> **Task to carry out**
Please copy every line of the material exactly.

> **Available records**
----

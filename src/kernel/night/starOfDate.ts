import { cos, sin } from "../angle.js";
import { earthOrientation, newOrientation, type Orientation } from "../sky/earthOrientation.js";

/** Terrestrial time less UTC [d], to a minute from 1960 to 2060: enough for precession and nutation. */
const ttMinusUtc = 69.184 / 86400;

/**
 * Axes of date and sidereal time without a table of leap seconds, so that a night far ahead can be planned.
 *
 * Given
 *   utc  [d from J2000.0 UTC]  scalar; UT1 is taken to be UTC, which is worth 0.004 deg
 *   out                        to fill
 */
export function orientationAt(utc: number, out: Orientation): void {
  earthOrientation(utc, utc + ttMinusUtc, out);
}

/**
 * Direction of a star on the axes of date; aberration, 0.006 deg, is left out.
 *
 * Given
 *   rightAscension, declination  [rad]  scalars, ICRS
 *   orientation                         that of the date
 *   out                                 three numbers to fill: the unit vector
 */
export function starOfDate(
  rightAscension: number,
  declination: number,
  { axes }: Orientation,
  out: Float64Array,
): void {
  const x = cos(declination) * cos(rightAscension);
  const y = cos(declination) * sin(rightAscension);
  const z = sin(declination);
  for (let row = 0; row < 3; row++) out[row] = axes[3 * row]! * x + axes[3 * row + 1]! * y + axes[3 * row + 2]! * z;
}

/** An orientation to work with. */
export { newOrientation };
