import type { Cell } from "../../call/cell.js";
import { addressText } from "../../sheet/book/address.js";
import type { Area, Book } from "../../sheet/book/book.js";
import { columnAt } from "../../sheet/book/book.js";
import { cellOf } from "../../sheet/book/cellOf.js";
import { formulaOf } from "../../sheet/book/formulaOf.js";
import { spanAt } from "../../sheet/book/spans.js";
import { fieldOfCell } from "../cell/fieldOfCell.js";
import { markOf, marks } from "./ownMarks.js";

/**
 * An area of a book as an HTML table: what other programs show, and in attributes what the cells hold. Cells that a
 * formula of the area fills are blank beside it: it fills them again.
 */
export function writeHtmlTable(book: Book, area: Area): string {
  const { sheet, top, left, bottom, right } = area;
  let rows = "";
  for (let row = top; row <= bottom; row++) {
    rows += "<tr>";
    for (let column = left; column <= right; column++) {
      const place = { sheet, row, column };
      rows += cellElement(cellOf(book, place), formulaOf(book, place), isFilledFromWithin(book, area, row, column));
    }
    rows += "</tr>";
  }
  return `<table ${marks.origin}="${addressText(top, left)}"><tbody>${rows}</tbody></table>`;
}

function isFilledFromWithin(book: Book, area: Area, row: number, column: number): boolean {
  const claim = spanAt(columnAt(book, area.sheet, column).claims, row);
  const from = claim?.row ?? row;
  return claim !== undefined && claim.column >= area.left && claim.column <= area.right && from >= area.top;
}

function cellElement(cell: Cell, formula: string | undefined, isFilled: boolean): string {
  const [kind, value] = isFilled ? markOf(null) : markOf(cell);
  const own = formula === undefined ? "" : ` ${marks.formula}="${escapeHtml(formula)}"`;
  const text = escapeHtml(fieldOfCell(cell)).replace(/\r\n?|\n/g, "<br>");
  // Other programs would take a text such as 007 for a number; this keeps most of them from it.
  const style = typeof cell === "string" ? ` style="white-space:pre-wrap;mso-number-format:'\\@'"` : "";
  return `<td ${marks.kind}="${kind}" ${marks.value}="${escapeHtml(value)}"${own}${style}>${text}</td>`;
}

function escapeHtml(text: string): string {
  return text
    .replaceAll("&", "&amp;")
    .replaceAll("<", "&lt;")
    .replaceAll(">", "&gt;")
    .replaceAll('"', "&quot;")
    .replaceAll("\r", "&#13;");
}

----

> **Response**
filename src/kernel/night/starOfDate.ts
import { cos, sin } from "../angle.js";
import { earthOrientation, newOrientation, type Orientation } from "../sky/earthOrientation.js";

/** Terrestrial time less UTC [d], to a minute from 1960 to 2060: enough for precession and nutation. */
const ttMinusUtc = 69.184 / 86400;

/**
 * Axes of date and sidereal time without a table of leap seconds, so that a night far ahead can be planned.
 *
 * Given
 *   utc  [d from J2000.0 UTC]  scalar; UT1 is taken to be UTC, which is worth 0.004 deg
 *   out                        to fill
 */
export function orientationAt(utc: number, out: Orientation): void {
  earthOrientation(utc, utc + ttMinusUtc, out);
}

/**
 * Direction of a star on the axes of date; aberration, 0.006 deg, is left out.
 *
 * Given
 *   rightAscension, declination  [rad]  scalars, ICRS
 *   orientation                         that of the date
 *   out                                 three numbers to fill: the unit vector
 */
export function starOfDate(
  rightAscension: number,
  declination: number,
  { axes }: Orientation,
  out: Float64Array,
): void {
  const x = cos(declination) * cos(rightAscension);
  const y = cos(declination) * sin(rightAscension);
  const z = sin(declination);
  for (let row = 0; row < 3; row++) out[row] = axes[3 * row]! * x + axes[3 * row + 1]! * y + axes[3 * row + 2]! * z;
}

/** An orientation to work with. */
export { newOrientation };
import type { Cell } from "../../call/cell.js";
import { addressText } from "../../sheet/book/address.js";
import type { Area, Book } from "../../sheet/book/book.js";
import { columnAt } from "../../sheet/book/book.js";
import { cellOf } from "../../sheet/book/cellOf.js";
import { formulaOf } from "../../sheet/book/formulaOf.js";
import { spanAt } from "../../sheet/book/spans.js";
import { fieldOfCell } from "../cell/fieldOfCell.js";
import { markOf, marks } from "./ownMarks.js";

/**
 * An area of a book as an HTML table: what other programs show, and in attributes what the cells hold. Cells that a
 * formula of the area fills are blank beside it: it fills them again.
 */
export function writeHtmlTable(book: Book, area: Area): string {
  const { sheet, top, left, bottom, right } = area;
  let rows = "";
  for (let row = top; row <= bottom; row++) {
    rows += "<tr>";
    for (let column = left; column <= right; column++) {
      const place = { sheet, row, column };
      rows += cellElement(cellOf(book, place), formulaOf(book, place), isFilledFromWithin(book, area, row, column));
    }
    rows += "</tr>";
  }
  return `<table ${marks.origin}="${addressText(top, left)}"><tbody>${rows}</tbody></table>`;
}

function isFilledFromWithin(book: Book, area: Area, row: number, column: number): boolean {
  const claim = spanAt(columnAt(book, area.sheet, column).claims, row);
  const from = claim?.row ?? row;
  return claim !== undefined && claim.column >= area.left && claim.column <= area.right && from >= area.top;
}

function cellElement(cell: Cell, formula: string | undefined, isFilled: boolean): string {
  const [kind, value] = isFilled ? markOf(null) : markOf(cell);
  const own = formula === undefined ? "" : ` ${marks.formula}="${escapeHtml(formula)}"`;
  const text = escapeHtml(fieldOfCell(cell)).replace(/\r\n?|\n/g, "<br>");
  // Other programs would take a text such as 007 for a number; this keeps most of them from it.
  const style = typeof cell === "string" ? ` style="white-space:pre-wrap;mso-number-format:'\\@'"` : "";
  return `<td ${marks.kind}="${kind}" ${marks.value}="${escapeHtml(value)}"${own}${style}>${text}</td>`;
}

function escapeHtml(text: string): string {
  return text
    .replaceAll("&", "&amp;")
    .replaceAll("<", "&lt;")
    .replaceAll(">", "&gt;")
    .replaceAll('"', "&quot;")
    .replaceAll("\r", "&#13;");
}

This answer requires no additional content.